Peter Hurford - Bach's organ works (this box and the others).


----------



## Mandryka (Feb 22, 2013)

Aaaaaaaaaaaaaaaaaa


----------



## Coach G (Apr 22, 2020)

What is your favorite album (or albums) featuring a musician that is NOT a pianist, violinist, or singer?

For solo cello:
















Minus the tracks featuring the _Duet for Cello and Violin_

For solo guitar:

















For brass (trombones):


----------



## Simon Moon (Oct 10, 2013)

There's too many to put any one above another, so I could not say which is my favorite. But I like this quite a bit.

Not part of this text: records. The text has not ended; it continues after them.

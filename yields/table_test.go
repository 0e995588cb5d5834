package yields

import (
	"bytes"
	"flag"
	"math"
	"os"
	"path/filepath"
	"strings"
	"testing"

	"github.com/stretchr/testify/assert"
	"github.com/stretchr/testify/require"
	"gonum.org/v1/gonum/interp"
)

var update = flag.Bool("update", false, "rewrite testdata/yields/example_table.csv from the built-in population")

const exampleTablePath = "../testdata/yields/example_table.csv"

func mustSpecies(list string) SpeciesSet {
	s, err := ParseSpeciesSet(list)
	if err != nil {
		panic(err)
	}
	return s
}

// exampleLayout is the grid of the shipped example table: 4 ages per decade
// from 0.1 Myr to 13.8 Gyr, three metallicities, oxygen and iron.
func exampleLayout() TableLayout {
	var ages []float64
	for a := 0.1; a < HubbleTime; a *= math.Pow(10, 0.25) {
		ages = append(ages, a)
	}
	ages = append(ages, HubbleTime)
	return TableLayout{
		Ages:          ages,
		Metallicities: []float64{0.001, 0.0134, 0.03},
		Species:       mustSpecies("O,Fe"),
		Digits:        7,
	}
}

// The committed example table is what the built-in Kroupa population writes
// (run with -update to regenerate it after a model change).
func TestExampleTableUpToDate(t *testing.T) {
	p := newTestPopulation(t, Kroupa)
	var buf bytes.Buffer
	require.NoError(t, WriteTable(&buf, p, exampleLayout()))
	if *update {
		require.NoError(t, os.WriteFile(exampleTablePath, buf.Bytes(), 0o644))
	}
	got, err := os.ReadFile(exampleTablePath)
	require.NoError(t, err)
	assert.Equal(t, buf.String(), string(got), "example table out of date: go test ./yields -run ExampleTableUpToDate -update")
	tab, err := ReadTableFile(exampleTablePath)
	require.NoError(t, err)
	assert.Len(t, tab.Metallicities(), 3)
}

// Written exactly and read back, a table reproduces the population at its
// grid points, and its releases add up over consecutive intervals.
func TestTableRoundTrip(t *testing.T) {
	p := newTestPopulation(t, Salpeter)
	layout := exampleLayout()
	layout.Digits = 0
	layout.Species = SpeciesSet{}
	var buf bytes.Buffer
	require.NoError(t, WriteTable(&buf, p, layout))
	tab, err := ReadTable(&buf)
	require.NoError(t, err)
	for _, z := range layout.Metallicities {
		for i := 0; i+1 < len(layout.Ages); i += 3 {
			a0, a1 := layout.Ages[i], layout.Ages[i+1]
			want, err := p.Release(a0, a1, z)
			require.NoError(t, err)
			got, err := tab.Release(a0, a1, z)
			require.NoError(t, err)
			// A release is a difference of two cumulative values: it can
			// carry the round-off of the cumulative value, a few ulp of it.
			cum, err := p.Release(0, a1, z)
			require.NoError(t, err)
			wf, gf, cf := flatten(want), flatten(got), flatten(cum)
			for j := range wf {
				assert.InDelta(t, wf[j], gf[j], 1e-12*math.Abs(wf[j])+1e-15*math.Abs(cf[j])+1e-300, "Z=%g [%g,%g] term %d", z, a0, a1, j)
			}
			l, err := tab.Luminosity(a0, z)
			require.NoError(t, err)
			lw, _ := p.Luminosity(a0, z)
			assert.InEpsilon(t, lw, l, 1e-14)
			f, err := tab.FarUltravioletLuminosity(a0, z)
			require.NoError(t, err)
			fw, _ := p.FarUltravioletLuminosity(a0, z)
			assert.InEpsilon(t, fw, f, 1e-14)
			if e := got.Channels[MassiveWinds]; e.Mass > 0 {
				assert.InEpsilon(t, p.cfg.MassiveWinds.Speed, e.WindSpeed, 1e-9)
			}
		}
	}
	// Additivity between grid points and off the grid.
	edges := []float64{0, 0.05, 0.3, 2.2, 3.7, 9.9, 41, 333, 13000, 20000}
	whole, err := tab.Release(edges[0], edges[len(edges)-1], 0.005)
	require.NoError(t, err)
	sum := make([]float64, len(flatten(whole)))
	for i := 0; i+1 < len(edges); i++ {
		r, err := tab.Release(edges[i], edges[i+1], 0.005)
		require.NoError(t, err)
		for j, v := range flatten(r) {
			assert.GreaterOrEqual(t, v, 0.0)
			sum[j] += v
		}
	}
	for j, w := range flatten(whole) {
		assert.InDelta(t, w, sum[j], 1e-12*math.Abs(w)+1e-300, "term %d", j)
	}
}

// Between grid points the table interpolates linearly in log age; gonum's
// interp.PiecewiseLinear on (ln age, value) is the independent reference.
func TestTableInterpolationMatchesGonum(t *testing.T) {
	tab, err := ReadTableFile(exampleTablePath)
	require.NoError(t, err)
	ages := tab.Ages()
	xs := make([]float64, len(ages))
	ys := make([]float64, len(ages))
	const z = 0.0134 // a grid metallicity: no Z interpolation
	for i, a := range ages {
		xs[i] = math.Log(a)
		r, err := tab.Release(0, a, z)
		require.NoError(t, err)
		ys[i] = r.Channels[CoreCollapse].Events
	}
	var pl interp.PiecewiseLinear
	require.NoError(t, pl.Fit(xs, ys))
	for _, a := range []float64{0.13, 3.3, 7.7, 25, 180, 4000} {
		r, err := tab.Release(0, a, z)
		require.NoError(t, err)
		assert.InDelta(t, pl.Predict(math.Log(a)), r.Channels[CoreCollapse].Events, 1e-15, "age %g", a)
	}
}

func TestTableZeroCopyAndNoAllocation(t *testing.T) {
	tab, err := ReadTableFile(exampleTablePath)
	require.NoError(t, err)
	a := tab.Ages()
	a[0] = -1
	assert.Positive(t, tab.Ages()[0])
	allocs := testing.AllocsPerRun(100, func() { _, _ = tab.Release(3, 4, 0.01) })
	assert.Zero(t, allocs)
}

const goodTable = `# a two-age, one-metallicity table
age[Myr],metallicity[mass_fraction],luminosity[Lsun/Msun],ionizing_rate[photons/s/Msun],radiant_energy[erg/Msun],ionizing_photons[photons/Msun],ccsn_events[1/Msun],ccsn_mass[Msun/Msun],ccsn_energy[erg/Msun],ccsn_z[Msun/Msun],ccsn_h[Msun/Msun],ccsn_he[Msun/Msun],snia_events[1/Msun],snia_mass[Msun/Msun],snia_energy[erg/Msun],snia_z[Msun/Msun],snia_h[Msun/Msun],snia_he[Msun/Msun],massive_wind_mass[Msun/Msun],massive_wind_energy[erg/Msun],massive_wind_z[Msun/Msun],massive_wind_h[Msun/Msun],massive_wind_he[Msun/Msun],agb_wind_mass[Msun/Msun],agb_wind_energy[erg/Msun],agb_wind_z[Msun/Msun],agb_wind_h[Msun/Msun],agb_wind_he[Msun/Msun]
1,0.02,1000,3e46,1e50,1e59,0,0,0,0,0,0,0,0,0,0,0,0,0.001,4e46,0.00002,0.0007,0.00028,0,0,0,0,0
10,0.02,500,1e46,2e50,5e59,0.005,0.05,5e48,0.01,0.028,0.012,0,0,0,0,0,0,0.002,8e46,0.00004,0.0014,0.00056,0,0,0,0,0
`

// Each defect is rejected, and the error names the line it is on.
func TestReadTableRejectsMalformed(t *testing.T) {
	lines := strings.Split(goodTable, "\n")
	replace := func(line int, from, to string) string {
		l := append([]string(nil), lines...)
		l[line-1] = strings.Replace(l[line-1], from, to, 1)
		return strings.Join(l, "\n")
	}
	tests := []struct {
		name, input, wantLine, wantText string
	}{
		{"short row", replace(3, "1000,", ""), "line 3", "wrong number of fields"},
		{"missing required column", strings.Replace(strings.Replace(goodTable, ",agb_wind_he[Msun/Msun]", "", 1), ",0\n", "\n", 2), "line 2", "missing column agb_wind_he"},
		{"wrong unit", replace(2, "age[Myr]", "age[Gyr]"), "line 2", `unit "Gyr"`},
		{"no unit", replace(2, "age[Myr]", "age"), "line 2", "name[unit]"},
		{"unknown column", replace(2, "ccsn_z[", "ccsn_zz["), "line 2", "unknown quantity"},
		{"NaN", replace(4, "500", "NaN"), "line 4", "finite"},
		{"negative", replace(3, "1000", "-1000"), "line 3", "finite value >= 0"},
		{"not a number", replace(3, "1000", "lots"), "line 3", "not a number"},
		{"non-monotonic ages", replace(4, "10,", "0.5,"), "line 4", "does not rise"},
		{"negative rate", replace(4, "2e50", "0.5e50"), "line 4", "negative rate"},
		{"species do not add up", replace(4, "0.028", "0.03"), "line 4", "H + He + metals"},
		{"zero age", replace(3, "1,0.02", "0,0.02"), "line 3", "want > 0"},
		{"metallicity 1", replace(3, "1,0.02", "1,1"), "line 3", "metallicity"},
		{"empty", "", "", "empty"},
		{"header only", lines[0] + "\n" + lines[1] + "\n", "line 2", "no data rows"},
		{"one age", strings.Join(lines[:3], "\n"), "line 3", "at least two ages"},
	}
	for _, tc := range tests {
		t.Run(tc.name, func(t *testing.T) {
			_, err := ReadTable(strings.NewReader(tc.input))
			require.Error(t, err)
			assert.ErrorIs(t, err, ErrTable)
			assert.Contains(t, err.Error(), tc.wantLine)
			assert.Contains(t, err.Error(), tc.wantText)
		})
	}
	_, err := ReadTable(strings.NewReader(goodTable))
	require.NoError(t, err)
	_, err = ReadTableFile(filepath.Join(t.TempDir(), "absent.csv"))
	assert.Error(t, err)
}

// The far-ultraviolet columns are optional: a table without them loads and
// gives no far-ultraviolet light (and is written back without them); a
// table with them interpolates them like the other light columns; one of
// the pair alone, or a falling cumulative energy, is an error.
func TestTableFarUltravioletColumns(t *testing.T) {
	tab, err := ReadTable(strings.NewReader(goodTable))
	require.NoError(t, err)
	assert.False(t, tab.HasFarUltraviolet())
	f, err := tab.FarUltravioletLuminosity(3, 0.02)
	require.NoError(t, err)
	assert.Zero(t, f)
	r, err := tab.Release(0, 10, 0.02)
	require.NoError(t, err)
	assert.Zero(t, r.FarUltravioletEnergy)
	assert.Positive(t, r.RadiantEnergy)
	var buf bytes.Buffer
	require.NoError(t, WriteTable(&buf, tab, TableLayout{Ages: []float64{1, 10}, Metallicities: []float64{0.02}}))
	assert.NotContains(t, buf.String(), "fuv_")

	lines := strings.Split(goodTable, "\n")
	withFUV := func(lum1, lum2, e1, e2 string) string {
		l := append([]string(nil), lines...)
		l[1] += ",fuv_luminosity[Lsun/Msun],fuv_energy[erg/Msun]"
		l[2] += "," + lum1 + "," + e1
		l[3] += "," + lum2 + "," + e2
		return strings.Join(l, "\n")
	}
	tab, err = ReadTable(strings.NewReader(withFUV("400", "200", "4e49", "8e49")))
	require.NoError(t, err)
	assert.True(t, tab.HasFarUltraviolet())
	// Linear in log age between the grid points 1 and 10 Myr.
	f, err = tab.FarUltravioletLuminosity(math.Sqrt(10), 0.02)
	require.NoError(t, err)
	assert.InEpsilon(t, 300, f, 1e-12)
	r, err = tab.Release(1, 10, 0.02)
	require.NoError(t, err)
	assert.InEpsilon(t, 4e49, r.FarUltravioletEnergy, 1e-12)

	_, err = ReadTable(strings.NewReader(withFUV("400", "200", "8e49", "4e49")))
	require.Error(t, err)
	assert.Contains(t, err.Error(), "line 4")
	assert.Contains(t, err.Error(), "negative rate")
	onlyOne := append([]string(nil), lines...)
	onlyOne[1] += ",fuv_luminosity[Lsun/Msun]"
	onlyOne[2] += ",400"
	onlyOne[3] += ",200"
	_, err = ReadTable(strings.NewReader(strings.Join(onlyOne, "\n")))
	require.Error(t, err)
	assert.Contains(t, err.Error(), "line 2")
	assert.Contains(t, err.Error(), "both or neither")
}

func TestTableGridChecks(t *testing.T) {
	p := newTestPopulation(t, Kroupa)
	var buf bytes.Buffer
	require.NoError(t, WriteTable(&buf, p, TableLayout{Ages: []float64{1, 10, 100}, Metallicities: []float64{0.01, 0.02}, Digits: 8}))
	lines := strings.Split(strings.TrimSpace(buf.String()), "\n")
	// Blocks out of order.
	swapped := append([]string{lines[0]}, append(append([]string{}, lines[4:7]...), lines[1:4]...)...)
	_, err := ReadTable(strings.NewReader(strings.Join(swapped, "\n")))
	require.Error(t, err)
	assert.Contains(t, err.Error(), "line 5")
	// Ragged grid: one row missing in the second block.
	ragged := append([]string{}, lines[:6]...)
	_, err = ReadTable(strings.NewReader(strings.Join(ragged, "\n")))
	require.Error(t, err)
	assert.Contains(t, err.Error(), "equal size")
	// A different age grid in the second block.
	diff := append([]string{}, lines...)
	diff[5] = strings.Replace(diff[5], "10,", "11,", 1)
	_, err = ReadTable(strings.NewReader(strings.Join(diff, "\n")))
	require.Error(t, err)
	assert.Contains(t, err.Error(), "line 6")
	require.Error(t, WriteTable(&buf, p, TableLayout{Ages: []float64{1}}))
}

// FuzzReadTable: no input makes ReadTable panic, and any table it accepts
// gives finite, non-negative, additive releases.
func FuzzReadTable(f *testing.F) {
	f.Add([]byte(goodTable))
	lines := strings.Split(goodTable, "\n")
	lines[1] += ",fuv_luminosity[Lsun/Msun],fuv_energy[erg/Msun]"
	lines[2] += ",400,4e49"
	lines[3] += ",200,8e49"
	f.Add([]byte(strings.Join(lines, "\n")))
	f.Add([]byte("age[Myr],metallicity[mass_fraction]\n1,0.02\n"))
	f.Fuzz(func(t *testing.T, data []byte) {
		tab, err := ReadTable(bytes.NewReader(data))
		if err != nil {
			return
		}
		for _, z := range []float64{0, 0.001, 0.02, 0.5} {
			r1, err := tab.Release(0, 5, z)
			require.NoError(t, err)
			r2, err := tab.Release(5, 50, z)
			require.NoError(t, err)
			r, err := tab.Release(0, 50, z)
			require.NoError(t, err)
			a, b, c := flatten(r1), flatten(r2), flatten(r)
			for j := range c {
				require.False(t, math.IsNaN(c[j]) || math.IsInf(c[j], 0), "term %d", j)
				require.GreaterOrEqual(t, a[j], 0.0)
				require.GreaterOrEqual(t, b[j], 0.0)
				require.InDelta(t, c[j], a[j]+b[j], 1e-9*math.Abs(c[j])+1e-300, "term %d", j)
			}
		}
	})
}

Elliott Carter - Cello Concerto


----------



## Simon Moon (Oct 10, 2013)

Ernst Kernek - Kitharaulos

With a heroic oboe performance from James Ostryniec.


----------



## SONNET CLV (May 31, 2014)

It will be something with a cello or guitar, of course. The couplings Du Pré and Elgar, and John Williams and Rodrigo come immediately to mind.


----------



## Animal the Drummer (Nov 14, 2015)

Dennis Brain's unmatchable recording of the Mozart horn concertos.


----------



## Judith (Nov 11, 2015)

What about Steven Isserlis and Bach Cello Suites????


----------



## joen_cph (Jan 17, 2010)

Maybe the OP means recital or mixed albums, not one-composer stuff ...


----------



## MarkW (Feb 16, 2015)

Heinz Holliger, French oboe concertos, Philips


----------



## SanAntone (May 10, 2020)

_Concierto Para Bandoneon_ by *Astor Piazzolla*
Lalo Schifrin, Orchestra of St. Luke's

View attachment 151903


----------



## consuono (Mar 27, 2020)

A collection of albums, really...


----------



## Coach G (Apr 22, 2020)

So we need some clarification here. I thought that the recording couldn't include piano, violin or voice at all; as opposed to a piece that may have piano, violin(s), or voices, but not center-stage.


----------



## 20centrfuge (Apr 13, 2007)

Coach G said:


> So we need some clarification here. I thought that the recording couldn't include piano, violin or voice at all; as opposed to a piece that may have piano, violin(s), or voices, but not center-stage.


if the piano (or other instruments) are accompaniment then that is in the spirit of the OP


----------



## Olias (Nov 18, 2010)

Alisa's Dvorak CD


----------



## Prodromides (Mar 18, 2012)

Sax Drive!


----------



## Coach G (Apr 22, 2020)

20centrfuge said:


> if the piano (or other instruments) are accompaniment then that is in the spirit of the OP


In that case there are too many works for cello to mention: cello concertos (by the likes of Dvorak, Elgar, Shostakovich, Barber, etc); other orchestral orchestral works that feature the cello (such as _Don Quixote_ by Richard Strauss, _Cello Symphony_ by Britten, Tavener's _Wake Up and Die_, and _Song of Orpheus_ by William Schuman); and sonatas for cello and piano (by Brahms, Grieg, Hovhaness, Shostakovich, Barber, Britten, etc) are innumerable. When you add the guitar concertos by Rodrigo, Villa-Lobos, and Castelnuovo-Tedesco, it creates an even larger filed to choose from.

So I'm just going to leave out the cello and guitar, as well as the piano, violin, and voice; and showcase the works of *Paul Hindemith* for brass and for viola:

















The first 2-CD set features sonatas for trumpet and piano, trombone and piano, tube and piano, and horn and piano by members of the Philadelphia Brass Ensemble accompanied by late, great, and slightly eccentric Glenn Gould.

The second 2-CD set features sonatas for viola and piano, and sonatas for viola alone played by concert violist, Kim Karshkashian (not to be confused with Kim Kardashian with a "d" of reality TV fame).

In the book, _Who's Afraid of Classical Music?_, Michael Walsh identified Hindemith as an academic composer who composed about a zillion sonatas that no one ever listens to, for every combination of instruments. And to a certain extent this is true. But I think that if you concentrate on the works featured in the CDs above, give the music an even chance, and allow yourself more than one (or two or three) listens, you'll see that Hindemith is a wonderful craftsman whose musical visions just celebrates the full potential of the instrument being showcased.


----------